Mirror image time: Zero news about Catholic nominee for federal court being grilled on her faith?

So, did you read all the stories about the liberal Episcopalian who was nominated to a federal appeals court seat, only to be grilled about her religious beliefs -- with subtle references to her same-sex marriage -- by evangelical Protestants, Mormons and Catholics in a U.S. Senate hearing?

I mean, one senator called her a Communist because of her decision to speak at a meeting of the American Civil Liberties Union. One conservative Anglican on the committee questioned whether her vocal support for her church's doctrine should block her appointment to a federal court. Another conservative Anglican asked her point blank: "Are you a liberal Episcopalian?”

Wait, you didn't see coverage of that story by journalists at major newspapers and cable networks?

Right, I made that up. But can you imagine the mainstream press failing to spotlight a story in which fundamentalist yahoos did something like that to a liberal religious believer?

Me either. So did I miss something when we had that story in reverse? I searched all over for mainstream coverage of this real story, including at the newspaper of record. Scan this simple Google News search and tell me if I blinked and missed something important.

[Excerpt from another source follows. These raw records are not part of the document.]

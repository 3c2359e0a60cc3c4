"""``ringsearch campaign run|status|report`` from the command line: output and errors."""

from __future__ import annotations

import json

import pytest
from test_campaign_execute import FAKE, TOML, small_spec

from ringsearch.campaign import execute as ex
from ringsearch.campaign import run_campaign
from ringsearch.cli import main


def test_help_lists_the_actions(capsys):
    with pytest.raises(SystemExit):
        main(["campaign", "--help"])
    text = capsys.readouterr().out
    for word in ("run", "status", "report", "--workers 2", "--scheduler", "resumes"):
        assert word in text


def test_status_and_report(tmp_path, capsys):
    out = tmp_path / "out"
    run_campaign(small_spec(), out, worker=FAKE, progress=False, max_chunks=3, finalize=False)
    assert main(["campaign", "status", str(out)]) == 0
    assert "3 / 10" in capsys.readouterr().out
    assert main(["campaign", "report", str(out)]) == 2
    assert "unfinished" in capsys.readouterr().err
    run_campaign(small_spec(), out, worker=FAKE, progress=False)
    assert main(["campaign", "status", str(out), "--json"]) == 0
    status = json.loads(capsys.readouterr().out)
    assert status["complete"] and status["assembled"]
    assert main(["campaign", "report", str(out)]) == 0
    assert (out / "report.html").exists()


@pytest.mark.parametrize("edit, words", [
    (("count = 60", "count = 60\ncolour = 3"), "injections.colour"),
    (("low = 50, high = 80", "low = 80, high = 50"), "injections.mass.low"),
    (("low = 0.3, high = 0.9", "low = 0.3, high = 1.0"), "injections.spin"),
    (("chunk_s = 16", "chunk_s = 16\nduration_s = 64"), "more than the data can hold"),
])
def test_bad_campaign_files_exit_2_with_one_sentence(tmp_path, capsys, edit, words):
    path = tmp_path / "c.toml"
    path.write_text(TOML.replace(*edit))
    assert main(["campaign", "run", str(path), "--out", str(tmp_path / "o")]) == 2
    err = capsys.readouterr().err.strip()
    assert words in err and "Traceback" not in err and len(err.splitlines()) == 1
    assert not (tmp_path / "o").exists()  # nothing written


def test_dead_scheduler_exits_2(tmp_path, capsys, monkeypatch):
    pytest.importorskip("distributed")
    monkeypatch.setattr(ex, "SCHEDULER_TIMEOUT_S", 2.0)
    path = tmp_path / "c.toml"
    path.write_text(TOML)
    code = main(["campaign", "run", str(path), "--out", str(tmp_path / "o"),
                 "--scheduler", "tcp://127.0.0.1:9"])
    assert code == 2 and "did not answer" in capsys.readouterr().err
    assert not (tmp_path / "o").exists()  # nothing written before the scheduler answered


def test_folders_that_hold_no_campaign_exit_2(tmp_path, capsys):
    busy = tmp_path / "busy"
    busy.mkdir()
    (busy / "notes.txt").write_text("mine")
    for argv in (["campaign", "status", str(busy)], ["campaign", "report", str(busy)]):
        assert main(argv) == 2
        err = capsys.readouterr().err
        assert "not a campaign output folder" in err and len(err.splitlines()) == 1
    path = tmp_path / "c.toml"
    path.write_text(TOML)
    assert main(["campaign", "run", str(path), "--out", str(busy)]) == 2
    assert "holds no campaign" in capsys.readouterr().err
    assert sorted(p.name for p in busy.iterdir()) == ["notes.txt"]  # left untouched


def test_other_campaign_in_folder_exits_2(tmp_path, capsys):
    path = tmp_path / "c.toml"
    path.write_text(TOML)
    out = tmp_path / "o"
    from ringsearch.campaign import load_spec

    run_campaign(load_spec(path), out, worker=FAKE, progress=False, max_chunks=1,
                 finalize=False)
    path.write_text(TOML.replace("seed = 3", "seed = 4"))
    assert main(["campaign", "run", str(path), "--out", str(out)]) == 2
    assert "different configuration" in capsys.readouterr().err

Now let's turn to alternative, "conservative" media outlets and look at this real story -- only reversed in a journalistic mirror. In the real world, we have a pro-Catechism Catholic nominee, a Notre Dame University law professor and mother of seven, facing a liberal Catholic senator. The consistently #NeverTrump National Review reported:

... [D]uring a confirmation hearing for 7th Circuit Court of Appeals nominee Amy Coney Barrett, Democratic senator Dianne Feinstein attacked the nominee for her Roman Catholic faith.

Barrett is a law professor at the University of Notre Dame who has written about the role of religion in public life and delivered academic lectures to Christian legal groups. ...

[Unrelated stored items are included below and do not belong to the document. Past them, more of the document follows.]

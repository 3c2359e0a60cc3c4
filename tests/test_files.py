"""Checks of the atomic writers in ringsearch.files, in particular the one strict JSON writer."""

from __future__ import annotations

import json
import math

import numpy as np
import pytest

from ringsearch.files import json_safe, write_json


def _reject_constant(name: str):
    raise ValueError(f"non-JSON constant {name} in the output")


def strict_loads(text: str):
    """``json.loads`` that refuses NaN, Infinity and -Infinity.

    RFC 8259 (The JSON Data Interchange Format), section 6: "Numeric values that cannot
    be represented in the grammar below (such as Infinity and NaN) are not permitted."
    Python's json module accepts them unless ``parse_constant`` raises.
    """
    return json.loads(text, parse_constant=_reject_constant)


def test_strict_loads_rejects_the_tokens_python_writes():
    # the parser used below really catches what json.dumps writes by default
    with pytest.raises(ValueError, match="NaN"):
        strict_loads(json.dumps({"x": math.nan}))
    with pytest.raises(ValueError, match="Infinity"):
        strict_loads(json.dumps([-math.inf]))


def test_write_json_never_writes_nan_or_infinity_tokens(tmp_path):
    obj = {
        "nan": math.nan, "inf": math.inf, "-inf": -math.inf,
        "np_nan": np.float64("nan"), "np32_inf": np.float32("inf"),
        "array": np.array([1.0, np.nan, -np.inf]),
        "nested": {"tuple": (math.nan, 2.0), "list": [[np.inf], {"deep": np.nan}]},
        "finite": 0.5,
    }
    path = write_json(tmp_path / "s.json", obj)
    text = path.read_text()
    for token in ("NaN", "Infinity"):
        assert token not in text
    back = strict_loads(text)
    assert back == {
        "nan": None, "inf": None, "-inf": None, "np_nan": None, "np32_inf": None,
        "array": [1.0, None, None],
        "nested": {"tuple": [None, 2.0], "list": [[None], {"deep": None}]},
        "finite": 0.5,
    }
    assert text.endswith("\n")


def test_numpy_arrays_and_scalars_round_trip(tmp_path):
    values = {
        "int": np.int64(7), "float": np.float64(1.25), "float32": np.float32(0.5),
        "bool": np.bool_(True), "vector": np.arange(3), "matrix": np.eye(2),
        "int_matrix": np.arange(6, dtype=np.int32).reshape(2, 3),
    }
    back = strict_loads(write_json(tmp_path / "n.json", values).read_text())
    for key, value in values.items():
        assert back[key] == np.asarray(value).tolist(), key
    assert type(back["int"]) is int and type(back["bool"]) is bool
    assert type(back["float"]) is float
    np.testing.assert_array_equal(np.array(back["matrix"]), np.eye(2))


def test_json_safe_leaves_plain_values_alone():
    plain = {"a": [1, 2.5, "x", None, True], "b": {"c": -3}}
    assert json_safe(plain) == plain


def test_unserialisable_object_leaves_no_file(tmp_path):
    target = tmp_path / "bad.json"
    with pytest.raises(TypeError):
        write_json(target, {"x": object()})
    assert not target.exists()
    assert list(tmp_path.iterdir()) == []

“When you read your speeches, the conclusion one draws is that the dogma lives loudly within you,” Feinstein said.

At another point in this drama:

Senate minority whip Dick Durbin criticized Barrett’s use of the term “orthodox Catholic,” insisting that it unfairly maligns Catholics who do not hold certain positions about abortion or the death penalty. (Durbin himself is a Catholic who abandoned his previous pro-life position.) 

“Are you an orthodox Catholic?” he later asked Barrett point blank.

The nominee knew this was coming, of course, because she has heard these questions in the past. Thus:

... Barrett has explicitly written that “judges cannot -- nor should they try to -- align our legal system with the Church’s moral teaching whenever the two diverge.” She has also insisted that judges ought to recuse themselves in situations when their faith conflicts with their judicial responsibility.

So what is the news hook here for mainstream journalists?

Another conservative source, The Daily Signal, put that right up top in its advocacy-journalism report. The senators, you see, were trying to find out if they were dealing with a good religious believer or a bad religious believer.

“Do you consider yourself an orthodox Catholic?” is an unusual and inappropriate question for a senator to ask a judicial nominee. In fact, the Constitution forbids it.

But that didn’t stop Sen. Dick Durbin, D-Ill., from probing Notre Dame Law professor Amy Coney Barrett about her faith. Sen. Dianne Feinstein. D-Calif., also chided Barrett for being a practicing Catholic, proclaiming, “The dogma lives loudly within you, and that’s of concern.”

Both senators appear to have forgotten Article VI’s admonition that “no religious Test shall ever be required as a Qualification to any Officer or public Trust under the United States.”

There was another news hook in that Senate hearing, one especially relevant in the wake of the riots at Charlottesville (and renewed attention to a certain "hate" map and the massive offshore bank accounts of the Southern Poverty Law Center).

Again, imagine the coverage if a conservative senator hit a liberal nominee with similar language about a speech to the ACLU or other groups on the legal and academic left.

A Democratic senator tried to tie one of President Trump’s judicial nominees to a “hate group” Wednesday, saying the woman’s decision to speak at an event sponsored by Alliance Defending Freedom, a religious liberty law firm, makes her unfit to sit on a federal appeals court.

Sen. Al Franken lobbed the charge at a hearing for Amy Coney Barrett, Mr. Trump’s pick to fill a seat on the 7th U.S. Circuit Court of Appeals.

So what is the journalistic goal here?

Frankly, I want to see mainstream news coverage that talks to the critics of Barrett, as well as her defenders. Are there old-school liberals who oppose her nomination, but believe that theologically driven questions of this kind are out of bounds? Have there been cases in the past in which conservatives have asked similar questions about religious believers on the doctrinal left?

But the main question is an old one that your GetReligionistas have asked many times: Can you imagine the mainstream press ignoring this story if the theological and political doctrines in were reversed? Can you imagine liberal senators asking the same questions to a Muslim nominee?